Published in final edited form as: J Eval Clin Pract. 2010 Oct 6;17(3):429–434. doi: 10.1111/j.1365-2753.2010.01444.x

Table 1.

Controlling for confounders in three study designs

Study design Inherent control for confounders Interpretation of unadjusted effect size Interpretation of adjusted effect size
Randomized Controls for observed and, by assumption, unobserved confounders Effect size is unbiased estimate of unconfounded population effect size Effect size is unbiased estimate of unconfounded population effect size Power of the test of treatment effect may increase*
Case–control Controls for observed confounders on which groups are matched.
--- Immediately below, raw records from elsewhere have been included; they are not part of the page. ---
def _circuit(args):
    from benchlog.design import Circuit, find_input, load_thresholds
    from benchlog.errors import ConfigError

    table = load_thresholds(args.thresholds)
    row = find_input(table, args.input)
    supply = args.supply or row.supply
    if args.pullup_range:
        pull = args.pullup_range
    elif args.internal_pullup:
        if row.pullup_ohms is None:
            raise ConfigError(f"the input {row.name!r} has no internal pull-up range in the table")
        pull = row.pullup_ohms
    else:
        if args.pullup <= 0:
            raise ConfigError("the pull-up must be positive")
        pull = (args.pullup * (1 - args.pullup_tol), args.pullup * (1 + args.pullup_tol))
    return Circuit(supply, args.supply_tol, pull, args.series_tol, args.cap_tol, row)


def run(args) -> int:
    import numpy as np

    from benchlog.design import (
        KINDS,
        check_rc,
        design_rc,
        design_software,
        load_thresholds,
        plot_latency,
        plot_node_voltage,
        plot_tradeoff,
    )
    from benchlog.errors import ConfigError, UsageError

    if args.list_inputs:
        for row in load_thresholds(args.thresholds).values():
            pull = f", pull-up {row.pullup_ohms[0]:g}-{row.pullup_ohms[1]:g} ohm" if row.pullup_ohms else ""
            print(
                f"{row.name}: VT+ {row.vt_plus[0]:g}-{row.vt_plus[1]:g} V, VT- {row.vt_minus[0]:g}-"
                f"{row.vt_minus[1]:g} V at {row.supply:g} V{pull} [{row.source}]"
            )
        return 0
    kinds = tuple(k.strip() for k in args.kinds.split(",") if k.strip())
    bad = [k for k in kinds if k not in KINDS]
    if bad or not kinds:
        raise UsageError(f"unknown debouncer {', '.join(bad) or '(none)'}: choose from {', '.join(KINDS)}")
    if not 0 <= args.margin < 100:
        raise UsageError(f"--margin must be 0 or more volts, got {args.margin:g}")
    if args.life_windows < 0 or args.life_windows > 50:
        raise UsageError("--life-windows must be between 0 and 50")
    series: str | float = args.series
    if args.series in ("none", "0"):
        series = 0.0
    elif args.series != "auto":
        series = _ohms(args.series)
    circuit = _circuit(args) if args.input else None
    try_pair = None
    if args.try_rc:
        if circuit is None:
            raise UsageError("--try needs --input (the threshold row)")
        r_text, sep, c_text = args.try_rc.partition(",")
        if not sep:
            raise UsageError(f"--try expects R,C such as 1k,220n, got {args.try_rc!r}")
        try:
            try_pair = (_ohms(r_text), _farads(c_text))
        except argparse.ArgumentTypeError as exc:
            raise UsageError(f"--try: {exc}") from None
    from benchlog.views.cli._progress import Progress

    bar = Progress("debounce", 2 + len(kinds) + (circuit is not None) + (try_pair is not None))
    try:
        bar.draw("reading the recordings", force=True)
        recs, names = load_records(args)
        bar.step(f"{len(recs)} recordings")
        ts = int(round(args.sample_ms * 1e6))
        soft = design_software(
            recs, ts, args.target_rate, kinds, args.life_windows, on_step=lambda what: bar.step(what)
        )
        if circuit is not None:
            bar.draw("RC at every tolerance corner", force=True)
            hard = design_rc(recs, circuit, series, args.preferred, min_margin_v=args.margin)
            bar.step()
        else:
            hard = None
        tried = check_rc(recs, circuit, *try_pair, args.margin) if try_pair else None
    finally:
        bar.close()
    if args.plot:
        try:
            args.plot.mkdir(parents=True, exist_ok=True)
            (args.plot / "debounce-delay.png").write_bytes(plot_latency(soft.sweeps))
            if hard is not None:
                shown = hard.chosen or (hard.tradeoff[0] if hard.tradeoff else None)
                if shown is not None:
                    (args.plot / "rc-node-voltage.png").write_bytes(plot_node_voltage(recs, circuit, shown))
                if hard.tradeoff:
                    (args.plot / "rc-tradeoff.png").write_bytes(plot_tradeoff(hard.tradeoff))
            if tried is not None:
                (args.plot / "rc-tried.png").write_bytes(plot_node_voltage(recs, circuit, tried))
        except OSError as exc:
            raise ConfigError(f"cannot write plots to {args.plot}: {exc}") from exc
    if args.json:
        print(json.dumps(_as_json(names, soft, hard, tried), indent=2, default=_jsonable))
    else:
        print(_as_text(names, soft, hard, tried, np))
    return 0


# -- output ------------------------------------------------------------------------------------------------


def _jsonable(x):
    import numpy as np

    if isinstance(x, np.integer):
        return int(x)
    if isinstance(x, np.floating):
        return None if not np.isfinite(x) else float(x)
    if isinstance(x, np.ndarray):
        return x.tolist()
    raise TypeError(type(x).__name__)


def _clean(obj):
    if isinstance(obj, float):
        return obj if math.isfinite(obj) else None
    if isinstance(obj, dict):
        return {k: _clean(v) for k, v in obj.items()}
    if isinstance(obj, list | tuple):
        return [_clean(v) for v in obj]
    return obj


def _life_json(row, ts_ns):
    out = {
        "cycle_lo": row.cycle_lo,
        "cycle_hi": row.cycle_hi,
        "actuations": row.actuations,
        "bounce_max_ms": row.bounce_max_ms,
        "choices": {},
    }
    for deb, (m, b, p99) in row.choices.items():
        if m < 0:
            out["choices"][deb] = {"status": "none clean" if m == -1 else "tail unbounded"}
        else:
            out["choices"][deb] = {
                "window_ms": m * ts_ns / 1e6,
                "break_window_ms": b * ts_ns / 1e6,
                "delay_p99_ms": p99,
                "replayed": math.isfinite(p99),
            }
    return out


def _as_json(names, soft, hard, tried):
    from dataclasses import asdict

    out = {
        "recordings": names,
        "software": {
            "sample_ms": soft.ts_ns / 1e6,
            "target_rate": soft.target_rate,
            "actuations": soft.actuations,
            "choices": {k: asdict(c) for k, c in soft.choices.items()},
            "sweeps": {k: [asdict(p) for p in v] for k, v in soft.sweeps.items()},
            "life": [_life_json(r, soft.ts_ns) for r in soft.life],
        },
    }
    if hard is not None:
        c = hard.circuit
        out["rc"] = {
            "input": c.thresholds.name,
            "threshold_source": c.thresholds.source,
            "supply_v": c.supply,
            "pullup_ohms": list(c.pullup),
            "preferred": hard.series_name,
            "min_margin_v": hard.min_margin_v,
            "chosen": asdict(hard.chosen) if hard.chosen else None,
            "tradeoff": [asdict(x) for x in hard.tradeoff],
            "note": hard.note,
        }
    if tried is not None:
        out["rc_tried"] = asdict(tried)
    return _clean(out)


def _ms(x: float) -> str:
    return "-" if not math.isfinite(x) else f"{x:.3g}"
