def _layout(head: bytes, offset: int, index: int, lay: tuple[str, bool, int]) -> Layout:
    delim, dec_comma, ncols = lay
    header_lines = head[:offset].decode("utf-8", errors="replace").splitlines()
    header = tuple(tuple(_header_fields(ln, delim)) for ln in header_lines)
    names: tuple[str, ...] = ("",) * ncols
    for fields in reversed(header):
        cells = [f for f in fields]
        if cells and cells[-1] == "" and len(cells) == ncols + 1:
            cells = cells[:-1]
        if len(cells) == ncols and not _numeric(cells, dec_comma):
            names = tuple(cells)
            break
    return Layout(offset, index + 1, delim, dec_comma, ncols, names, header)


def _table(layout: Layout) -> bytes:
    src, dst = b'"', b" "
    if layout.delimiter in ",;\t":
        src, dst = src + layout.delimiter.encode(), dst + b" "
    if layout.decimal_comma:
        src, dst = src + b",", dst + b"."
    return bytes.maketrans(src, dst)


def count_lines(path: Path, offset: int) -> int:
    """Lines from `offset` to the end (a last line without a newline counts)."""
    n = 0
    last = b"\n"
    with path.open("rb") as f:
        f.seek(offset)
        while block := f.read(CHUNK_BYTES):
            n += block.count(b"\n")
            last = block[-1:]
    return n + (last != b"\n")


def _chunks(path: Path, offset: int, first_line: int):
    """(bytes of whole lines, line number of the first, line breaks in it) in file order, CHUNK_BYTES at
    a time."""
    carry = b""
    line_no = first_line
    with path.open("rb") as f:
        f.seek(offset)
        while True:
            block = f.read(CHUNK_BYTES)
            data = carry + block
            if not data:
                return
            if block:
                cut = data.rfind(b"\n") + 1
                if cut == 0:  # one line longer than a chunk: read on
                    carry = data
                    continue
                data, carry = data[:cut], data[cut:]
            else:
                carry = b""
            breaks = data.count(b"\n")
            yield data, line_no, breaks
            line_no += breaks + (not data.endswith(b"\n"))
            if not block:
                return
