BINS_PER_OCTAVE = 128
_LOG2_FLOOR = -20
RESOLUTION = 2.0 ** (1.0 / (2 * BINS_PER_OCTAVE)) - 1.0
SUMMARY_WINDOW = 1_000
NOT_MEASURED = INCOMPLETE | MISSED | STUCK | NO_CHANGE

_INTEGER_COLUMNS = frozenset({"bounce_count", "chatter", "glitches"})
_KIND_COLUMNS = ("transit_us", "bounce_us", "bounce_count", "longest_gap_us", "chatter")

# series name -> (selection, column)
SERIES: dict[str, tuple[str, str]] = {
    **{f"{sel}.{col}": (sel, col) for sel in ("make", "break") for col in _KIND_COLUMNS},
    "operate.transit_us": ("operate", "transit_us"),
    "release.transit_us": ("release", "transit_us"),
    "cycle.chatter": ("cycle", "chatter"),
}


def is_integer(series: str) -> bool:
    return SERIES[series][1] in _INTEGER_COLUMNS


def bin_of(values: np.ndarray, integer: bool) -> np.ndarray:
    """The bin of each finite value (int64)."""
    v = np.asarray(values, np.float64)
    if integer:
        return np.rint(v).astype(np.int64)
    mag = np.abs(v)
    with np.errstate(divide="ignore"):
        k = np.floor((np.log2(np.maximum(mag, 2.0**_LOG2_FLOOR)) - _LOG2_FLOOR) * BINS_PER_OCTAVE)
    b = k.astype(np.int64) + 1
    b[mag == 0] = 0
    return np.where(v < 0, -b, b)


def bin_values(bins: np.ndarray, integer: bool) -> np.ndarray:
    """The value each bin stands for (its geometric middle; the integer itself for counts)."""
    b = np.asarray(bins, np.int64)
    if integer:
        return b.astype(np.float64)
    mag = np.exp2((np.abs(b) - 1 + 0.5) / BINS_PER_OCTAVE + _LOG2_FLOOR)
    return np.where(b == 0, 0.0, np.sign(b) * mag)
Does not control for unmatched or unobserved confounders Effect size is unbiased estimate of population effect size if groups are matched on all observed confounders Effect size is unbiased if all observed confounders are adjusted for either by matching or in analysis
Quasi-experimental or observational cohort No inherent control for confounders Effect size is biased, and usually artificially large, except in the rare case in which there are no confounders (observed or unobserved) Effect size is unbiased if adjustment is for all confounders and there are no unobserved confounders
*

In a linear model, this increase in power is due to the potential increase in precision of the effect size estimate. In a non-linear model (e.g. logistic regression, Poisson regression, Cox models), adjustment for covariates in a randomized study cannot increase (and is likely to decrease) the precision of the treatment effect, but it can be expected to increase the treatment effect size in randomized trials, leading to increased power [27,34].